Virtual reality (VR) medical training firm Vantari VR has begun rolling out its software platform across the Middle East and Italy to help democratise medical training worldwide, the company announced last week.

With the expansion, the Sydney, Australia-based firm aims to boost access for clinicians seeking remote medical training solutions and democratise the use of emerging technologies.

Founded in 2017, the enterprise currently hosts partnerships across the United States, United Kingdom (UK), United Arab Emirates (UAE), Italy, and India.

It has also received an Epic Games’ MegaGrant and accolades from XTC, The Auggie Awards, Telstra, and the Australian Information Industry Association’s (AIIA) iAwards.

Vantari VR and World Health Organisation Goals

The news comes after the World Health Organisation (WHO) outlined its Global Safety Action Plan 2021 – 2030.

The programme aims to create a world where “no one is harmed in health care, and every patient receives safe and respectful care, every time, everywhere.”

Vantari VR aims to reflect this credo from the global organisation by ramping up support for thousands of medical professionals.

This aims to enhance the industry by launching its direct-to-clinician access to the platform, along with previous models. It also coincides with the company’s partnerships with hospitals, universities, and organisations in Australia and the United States.

The WHO framework also hopes to guide countries, leading them to strengthen their respective plans and facilitate patient safety.

This comes after researchers in a University of Wollongong programme with the firm found that Vantari VR’s trainer solution has cut medical errors by a staggering 40 percent.

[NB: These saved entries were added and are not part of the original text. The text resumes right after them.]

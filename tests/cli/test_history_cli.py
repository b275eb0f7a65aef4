"""History through the commands: time options read at the store's precision (microseconds)."""

from __future__ import annotations

import json
from pathlib import Path

import pytest
from cli_helpers import run


@pytest.fixture(autouse=True)
def _own_settings(tmp_path: Path, monkeypatch: pytest.MonkeyPatch) -> None:
    monkeypatch.setenv("XDG_DATA_HOME", str(tmp_path / "xdg"))
    monkeypatch.delenv("BLOTTER_DB", raising=False)
    monkeypatch.setenv("BLOTTER_TZ", "America/New_York")


def test_time_options_without_a_zone_keep_fractions_of_a_second(demo_db: Path) -> None:
    """A trade dealt at 10:00:00.3 New York: --since/--until at 10:00:00.2 and 10:00:00.4 (desk
    time, no zone) put it on the right side of each."""
    db = str(demo_db)
    run(
        "trade", "add", "DEMOA", "--qty", "100", "--price", "180", "--book", "equity-vol",
        "--time", "2026-12-01T15:00:00.300Z", "--db", db,
    )  # fmt: skip

    def listed(*window: str) -> bool:
        rows = json.loads(run("trade", "list", *window, "--json", "--db", db).stdout)
        return any(r["trade_time"] == "2026-12-01T15:00:00.300000Z" for r in rows)

    assert listed("--since", "2026-12-01T10:00:00.2")
    assert not listed("--since", "2026-12-01T10:00:00.4")
    assert not listed("--until", "2026-12-01T10:00:00.2")
    assert listed("--until", "2026-12-01T10:00:00.4")
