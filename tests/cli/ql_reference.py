"""QuantLib's value of one European option on a flat market, for the command tests' checks."""

from __future__ import annotations

from datetime import date
from typing import Any

import pytest

VALUATION_DAY = (1, 12, 2026)
"""Day of the command tests' valuation time, 2026-12-01 (20:00 UTC)."""

EXPIRY = "2027-06-17"
"""Expiry of the command tests' invented options: the Thursday before 2027-06-18, the NYSE's
observed Juneteenth, as exchanges move a holiday-Friday expiry to the trading day before
(common practice)."""


def days_to(expiry: str) -> int:
    """Whole days from ``VALUATION_DAY`` to ``expiry``: the valuation time, 20:00 UTC, is the
    16:00 New York cut-off of a summer expiry (UTC-4), so the year fraction is whole days."""
    day, month, year = VALUATION_DAY
    return (date.fromisoformat(expiry) - date(year, month, day)).days


def european(call: bool, spot: float, strike: float, rate: float, vol: float, days: int) -> float:
    """QuantLib 1.44 AnalyticEuropeanEngine: flat rate and vol, no dividend, Actual365Fixed,
    ``days`` whole days after ``VALUATION_DAY``; skips the test when QuantLib is missing."""
    ql = pytest.importorskip("QuantLib")
    today = ql.Date(*VALUATION_DAY)
    ql.Settings.instance().evaluationDate = today
    dc = ql.Actual365Fixed()

    def flat(r: float) -> Any:
        return ql.YieldTermStructureHandle(ql.FlatForward(today, r, dc))

    process = ql.BlackScholesMertonProcess(
        ql.QuoteHandle(ql.SimpleQuote(spot)),
        flat(0.0),
        flat(rate),
        ql.BlackVolTermStructureHandle(ql.BlackConstantVol(today, ql.NullCalendar(), vol, dc)),
    )
    option = ql.VanillaOption(
        ql.PlainVanillaPayoff(ql.Option.Call if call else ql.Option.Put, strike),
        ql.EuropeanExercise(today + days),
    )
    option.setPricingEngine(ql.AnalyticEuropeanEngine(process))
    return float(option.NPV())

Additionally, training software also helped students increase their performance by 32 percent and boost further adherence to hygiene and safety protocols by 39 percent.

NUME Plus Use Case

For example, NUME Plus, a medical training innovator in Florence, Italy, partnered with Vantari VR to strengthen the southern European nation’s healthcare and education systems.

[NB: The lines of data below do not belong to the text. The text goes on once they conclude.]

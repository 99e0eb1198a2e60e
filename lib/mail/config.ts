/** Mail settings, taken from the app's configuration (lib/env.ts) so tests can pass their own. */
import { env, type Env } from "../env";

export type MailConfig = {
  host: string;
  port: number;
  /** TLS from the first byte (port 465 style); otherwise STARTTLS when the server offers it. */
  secure: boolean;
  user?: string;
  password?: string;
  /** The From header, e.g. `Portolan <no-reply@shop.example>`. */
  from: string;
  /** How long to wait for the server to accept a connection and greet. */
  connectTimeoutMs: number;
};

export const DEFAULT_CONNECT_TIMEOUT_MS = 5_000;

export function mailConfigFromEnv(e: Env = env()): MailConfig {
  return {
    host: e.SMTP_HOST,
    port: e.SMTP_PORT,
    secure: e.SMTP_SECURE,
    user: e.SMTP_USER || undefined,
    password: e.SMTP_PASSWORD || undefined,
    from: e.MAIL_FROM,
    connectTimeoutMs: DEFAULT_CONNECT_TIMEOUT_MS,
  };
}
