import Link from "next/link";
import { notFound } from "next/navigation";
import { Details } from "@/components/library/Details";
import { RevisionBadge } from "@/components/library/StageBadge";
import { RevisionsTable } from "@/components/programs/ProgramTables";
import { buttonClass } from "@/components/ui/Button";
import { Card, PageHeader } from "@/components/ui/Card";
import { inputClass } from "@/components/ui/Field";
import { db } from "@/db/client";
import { getProgram } from "@/db/queries/programs";
import { hasRole } from "@/lib/auth/guard";
import { EVERYONE } from "@/lib/auth/roles";
import { PROGRAM_EDITORS } from "@/lib/programs/programs";
import { REVISION_EDITORS } from "@/lib/programs/revisions";
import { requirePageRole } from "../../../_server/session";

export default async function ProgramPage({ params }: { params: Promise<{ id: string }> }) {
  const { id } = await params;
  const actor = await requirePageRole(EVERYONE, `/programs/${id}`);
  const data = getProgram(db(), Number(id));
  if (!data) notFound();
  const { program, headType, revisions } = data;
  const released = revisions.find((r) => r.state === "released");
  const letters = new Map(revisions.map((r) => [r.id, r.letter]));
  return (
    <>
      <PageHeader
        title={program.name}
        subtitle={`${program.port === "intake" ? "Intake" : "Exhaust"} program for casting ${headType.castingNumber}`}
        actions={
          <>
            {hasRole(actor, PROGRAM_EDITORS) && <Link href={`/programs/${program.id}/edit`} className={buttonClass("secondary")}>Edit</Link>}
            {hasRole(actor, REVISION_EDITORS) && <Link href={`/programs/${program.id}/revisions/new`} className={buttonClass("primary")}>New revision</Link>}
          </>
        }
      />
      <div className="flex flex-col gap-4">
        <Card title="Program">
          <Details
            columns={4}
            items={[
              ["Casting", <Link key="c" href={`/head-types/${headType.id}`} className="font-mono text-copper-deep hover:underline">{headType.castingNumber}</Link>],
              ["Port", program.port === "intake" ? "Intake" : "Exhaust"],
              ["Released revision", released ? <Link key="r" href={`/programs/${program.id}/revisions/${released.id}`} className="font-mono font-bold text-copper-deep hover:underline">{released.letter}</Link> : "none"],
              ["Revisions", revisions.length],
            ]}
          />
          {program.notes && <p className="mt-3 whitespace-pre-wrap text-sm">{program.notes}</p>}
        </Card>
        <Card title="Revision history">
          <ol className="flex flex-wrap items-center gap-2 text-sm" aria-label="Lineage">
            {revisions.map((r) => (
              <li key={r.id} className="flex items-center gap-2 rounded border border-rule bg-paper px-2 py-1">
                <Link href={`/programs/${program.id}/revisions/${r.id}`} className="font-mono font-bold text-copper-deep hover:underline">{r.letter}</Link>
                <RevisionBadge state={r.state} />
                {r.parentId && <span className="text-xs text-ink-faint">from {letters.get(r.parentId) ?? "?"}</span>}
              </li>
            ))}
          </ol>
        </Card>
        {revisions.length >= 2 && (
          <Card title="Compare two revisions">
            <form action={`/programs/${program.id}/compare`} className="flex flex-wrap items-end gap-3 text-sm">
              <label className="flex flex-col gap-1 font-semibold">
                From (A)
                <select name="a" className={inputClass()} defaultValue={revisions.at(-2)!.id}>
                  {revisions.map((r) => <option key={r.id} value={r.id}>{r.letter}</option>)}
                </select>
              </label>
              <label className="flex flex-col gap-1 font-semibold">
                To (B)
                <select name="b" className={inputClass()} defaultValue={revisions.at(-1)!.id}>
                  {revisions.map((r) => <option key={r.id} value={r.id}>{r.letter}</option>)}
                </select>
              </label>
              <button type="submit" className={buttonClass("secondary")}>Compare</button>
            </form>
          </Card>
        )}
        <RevisionsTable programId={program.id} />
      </div>
    </>
  );
}
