/**
 * Mail failures as AppErrors, so a route answers with a message a person can act on; the
 * technical reason (connection refused, timeout, SMTP reply) stays in `detail` for the log.
 */
import { AppError } from "../errors";

export class MailUnavailableError extends AppError {
  readonly detail: string;

  constructor(detail: string, options?: { cause?: unknown }) {
    super("unavailable", "The mail server could not be reached, so no e-mail was sent. Try again in a few minutes.");
    this.name = "MailUnavailableError";
    this.detail = detail;
    if (options?.cause !== undefined) (this as { cause?: unknown }).cause = options.cause;
  }
}

export class MailRejectedError extends AppError {
  readonly detail: string;
  readonly recipients: string[];

  constructor(recipients: string[], detail: string) {
    super("invalid", `The mail server refused the address ${recipients.join(", ")}.`, { to: ["The mail server refused this address."] });
    this.name = "MailRejectedError";
    this.recipients = recipients;
    this.detail = detail;
  }
}

/** Network-level failures: nothing reached a mail server that could take the message. */
const UNREACHABLE_CODES = new Set(["ECONNECTION", "ETIMEDOUT", "ESOCKET", "EDNS", "ECONNREFUSED", "ECONNRESET", "EHOSTUNREACH", "ENOTFOUND", "EGREETING", "ETLS"]);

/** A short reason from a nodemailer error, e.g. "connection refused by 127.0.0.1:1025". */
export function describeMailError(err: unknown, host: string, port: number): { unreachable: boolean; reason: string } {
  const e = err as { code?: string; message?: string; responseCode?: number; response?: string } | null;
  const code = e?.code ?? "";
  const message = e?.message ?? String(err);
  if (/ECONNREFUSED/.test(message) || code === "ECONNREFUSED") return { unreachable: true, reason: `connection refused by ${host}:${port}` };
  if (code === "ETIMEDOUT" || /timeout/i.test(message)) return { unreachable: true, reason: `no answer from ${host}:${port} in time` };
  if (code === "EDNS" || /ENOTFOUND|EAI_AGAIN/.test(message)) return { unreachable: true, reason: `cannot resolve the mail host ${host}` };
  if (code === "EAUTH") return { unreachable: true, reason: `the mail server at ${host}:${port} refused our login` };
  if (UNREACHABLE_CODES.has(code)) return { unreachable: true, reason: `${host}:${port}: ${message}` };
  if (e?.responseCode) return { unreachable: false, reason: `SMTP ${e.responseCode}: ${e.response ?? message}` };
  return { unreachable: true, reason: `${host}:${port}: ${message}` };
}
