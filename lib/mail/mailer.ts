/**
 * Sending mail through nodemailer's SMTP transport. One mailer per configuration; the app
 * uses the one built from its environment, tests build their own against a local catcher.
 */
import nodemailer, { type Transporter } from "nodemailer";
import { mailConfigFromEnv, type MailConfig } from "./config";
import { describeMailError, MailRejectedError, MailUnavailableError } from "./errors";

export type OutgoingMail = {
  to: string | string[];
  subject: string;
  text: string;
  html?: string;
  replyTo?: string;
};

export type SentMail = { messageId: string; accepted: string[] };

/** Same shape as the health route's checks: ok, or not ok with the reason. */
export type MailCheck = { ok: boolean; message?: string };

export type Mailer = {
  readonly config: MailConfig;
  send(mail: OutgoingMail): Promise<SentMail>;
  check(): Promise<MailCheck>;
  close(): void;
};

function addresses(list: unknown): string[] {
  if (!Array.isArray(list)) return [];
  return list.map((a) => (typeof a === "string" ? a : ((a as { address?: string }).address ?? String(a))));
}

export function createMailer(config: MailConfig): Mailer {
  const transport: Transporter = nodemailer.createTransport({
    host: config.host,
    port: config.port,
    secure: config.secure,
    auth: config.user ? { user: config.user, pass: config.password ?? "" } : undefined,
    connectionTimeout: config.connectTimeoutMs,
    greetingTimeout: config.connectTimeoutMs,
    socketTimeout: config.connectTimeoutMs * 4,
  });

  return {
    config,
    async send(mail) {
      const to = Array.isArray(mail.to) ? mail.to : [mail.to];
      if (to.length === 0) throw new MailRejectedError([], "no recipient");
      let info: { messageId: string; accepted: unknown; rejected: unknown };
      try {
        info = await transport.sendMail({ from: config.from, to, subject: mail.subject, text: mail.text, html: mail.html, replyTo: mail.replyTo });
      } catch (err) {
        const { unreachable, reason } = describeMailError(err, config.host, config.port);
        if (unreachable) throw new MailUnavailableError(reason, { cause: err });
        throw new MailRejectedError(to, reason);
      }
      const rejected = addresses(info.rejected);
      if (rejected.length > 0) throw new MailRejectedError(rejected, "recipient refused");
      return { messageId: info.messageId, accepted: addresses(info.accepted) };
    },
    async check() {
      try {
        await transport.verify();
        return { ok: true, message: `SMTP server at ${config.host}:${config.port} answered` };
      } catch (err) {
        return { ok: false, message: `mail: ${describeMailError(err, config.host, config.port).reason}` };
      }
    },
    close() {
      transport.close();
    },
  };
}

let shared: Mailer | undefined;

/** The mailer configured from the environment (built on first use). */
export function defaultMailer(): Mailer {
  shared ??= createMailer(mailConfigFromEnv());
  return shared;
}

Gianluca Nepi, VR Specialist, NUME Plus, explained in greater detail how the distribution planned to move towards immersive technologies indicative of the future, rather than implementing conventional trainers.

He said,

“The implementation of VR [software] in the healthcare industry represents a proactive solution aimed at improving medical education and guarantees quality services in our territory. The impact of this partnership acts as a valuable catalyst in the nation’s demand to keep up with medical training advancements”

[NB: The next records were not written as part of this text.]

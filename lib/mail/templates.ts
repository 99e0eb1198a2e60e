/**
 * The app's e-mails as pure functions: data in, `{ subject, text, html }` out. Plain text comes
 * first (many shop inboxes show only that); the HTML is the same words with one button.
 * Every value is escaped, and links must be http(s) so a bad value cannot become a script link.
 */

export type MailContent = { subject: string; text: string; html: string };

const PRODUCT = "Portolan";

function escapeHtml(value: string): string {
  return value.replace(/[&<>"']/g, (ch) => ({ "&": "&amp;", "<": "&lt;", ">": "&gt;", '"': "&quot;", "'": "&#39;" })[ch]!);
}

function checkedLink(link: string): string {
  let url: URL;
  try {
    url = new URL(link);
  } catch {
    throw new Error(`mail link is not a URL: ${link}`);
  }
  if (url.protocol !== "https:" && url.protocol !== "http:") throw new Error(`mail link must be http(s): ${link}`);
  return url.href;
}

/**
 * "Friday 4 December 2026, 18:40 UTC": built from Intl parts in a fixed order, so the wording
 * does not shift with the ICU version, and in a named zone (UTC unless the shop sets one).
 */
export function formatExpiry(at: Date, timeZone = "UTC"): string {
  const parts = new Intl.DateTimeFormat("en-GB", {
    weekday: "long",
    day: "numeric",
    month: "long",
    year: "numeric",
    hour: "2-digit",
    minute: "2-digit",
    hourCycle: "h23",
    timeZone,
    timeZoneName: "short",
  }).formatToParts(at);
  const part = (type: Intl.DateTimeFormatPartTypes) => parts.find((p) => p.type === type)?.value ?? "";
  return `${part("weekday")} ${part("day")} ${part("month")} ${part("year")}, ${part("hour")}:${part("minute")} ${part("timeZoneName")}`;
}

function layout(title: string, paragraphs: string[], button: { label: string; href: string }, footer: string): string {
  const body = paragraphs.map((p) => `<p style="margin:0 0 14px">${p}</p>`).join("");
  return (
    `<!doctype html><html><head><meta charset="utf-8"><title>${escapeHtml(title)}</title></head>` +
    `<body style="margin:0;padding:24px;background:#f5f2ec;color:#2a2c2e;font:15px/1.5 -apple-system,'Segoe UI',Roboto,sans-serif">` +
    `<div style="max-width:560px;margin:0 auto;background:#fffdf9;border:1px solid #d9d3c7;border-radius:6px;padding:24px">` +
    `<div style="font-weight:700;letter-spacing:.04em;color:#a35a2c;margin-bottom:16px">${PRODUCT.toUpperCase()}</div>` +
    body +
    `<p style="margin:22px 0"><a href="${escapeHtml(button.href)}" style="display:inline-block;background:#a35a2c;color:#fffdf9;text-decoration:none;padding:10px 18px;border-radius:4px;font-weight:600">${escapeHtml(button.label)}</a></p>` +
    `<p style="margin:0 0 14px;font-size:13px;color:#5b5e62">If the button does not work, copy this address into your browser:<br><span style="word-break:break-all">${escapeHtml(button.href)}</span></p>` +
    `<p style="margin:18px 0 0;font-size:13px;color:#5b5e62">${footer}</p>` +
    `</div></body></html>`
  );
}

export type InvitationMailInput = {
  link: string;
  /** The role in words, e.g. "Machinist". */
  roleLabel: string;
  /** Who sent the invitation, when known. */
  inviterName?: string;
  expiresAt: Date;
  timeZone?: string;
};

export function invitationMail(input: InvitationMailInput): MailContent {
  const link = checkedLink(input.link);
  const expiry = formatExpiry(input.expiresAt, input.timeZone);
  const who = input.inviterName?.trim();
  const subject = `You are invited to ${PRODUCT} as ${input.roleLabel}`;
  const opening = `${who ? `${who} has invited you` : "You have been invited"} to the shop's ${PRODUCT} account with the role ${input.roleLabel}.`;
  const instruction = "Open the link below to choose your name and password. The link works once.";
  const expiryLine = `It stays valid until ${expiry}.`;
  const ignore = "If you were not expecting this, you can ignore this e-mail; nothing happens until the link is used.";

  const text = [opening, "", instruction, expiryLine, "", link, "", ignore, ""].join("\n");
  const html = layout(
    subject,
    [
      `${who ? `${escapeHtml(who)} has invited you` : "You have been invited"} to the shop's ${PRODUCT} account with the role <strong>${escapeHtml(input.roleLabel)}</strong>.`,
      escapeHtml(instruction),
      escapeHtml(expiryLine),
    ],
    { label: "Accept the invitation", href: link },
    escapeHtml(ignore),
  );
  return { subject, text, html };
}

export type PasswordResetMailInput = {
  link: string;
  /** The account holder's name, for the greeting. */
  name?: string;
  expiresAt: Date;
  timeZone?: string;
};

export function passwordResetMail(input: PasswordResetMailInput): MailContent {
  const link = checkedLink(input.link);
  const expiry = formatExpiry(input.expiresAt, input.timeZone);
  const name = input.name?.trim();
  const subject = `Set a new ${PRODUCT} password`;
  const greeting = name ? `Hello ${name},` : "Hello,";
  const opening = `someone asked to set a new password for your ${PRODUCT} account. Open the link below to choose one.`;
  const expiryLine = `The link works once and stays valid until ${expiry}. Setting a new password signs you out everywhere else.`;
  const ignore = "If you did not ask for this, ignore this e-mail: your password stays as it is.";

  const text = [greeting, "", opening, expiryLine, "", link, "", ignore, ""].join("\n");
  const html = layout(subject, [escapeHtml(greeting), escapeHtml(opening), escapeHtml(expiryLine)], { label: "Choose a new password", href: link }, escapeHtml(ignore));
  return { subject, text, html };
}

For NUME Plus, growth across Italy’s immersive medical sector has spiked for healthcare providers, institutions, clinics, and hospitals. With this, doctors and other medical professionals can tackle mental health, pain management, and physical rehabilitation, among others.

He continued that the country had a “total of 37 medical universities, less than [1,000] hospitals, and 70 simulation centers.” All had been “transparent” with their demands to procure novel simulation tools for training courses nationwide,” he added.

Nepi concluded,

“The strong appetite for medical VR can be seen amongst prominent Italian universities — incorporating virtual reality training software positions the establishments as reputable and prestigious entities based on the quality in the courses and resources that they are able to offer a new generation of students students who are more susceptible to learning in an immersive, simulated environment.”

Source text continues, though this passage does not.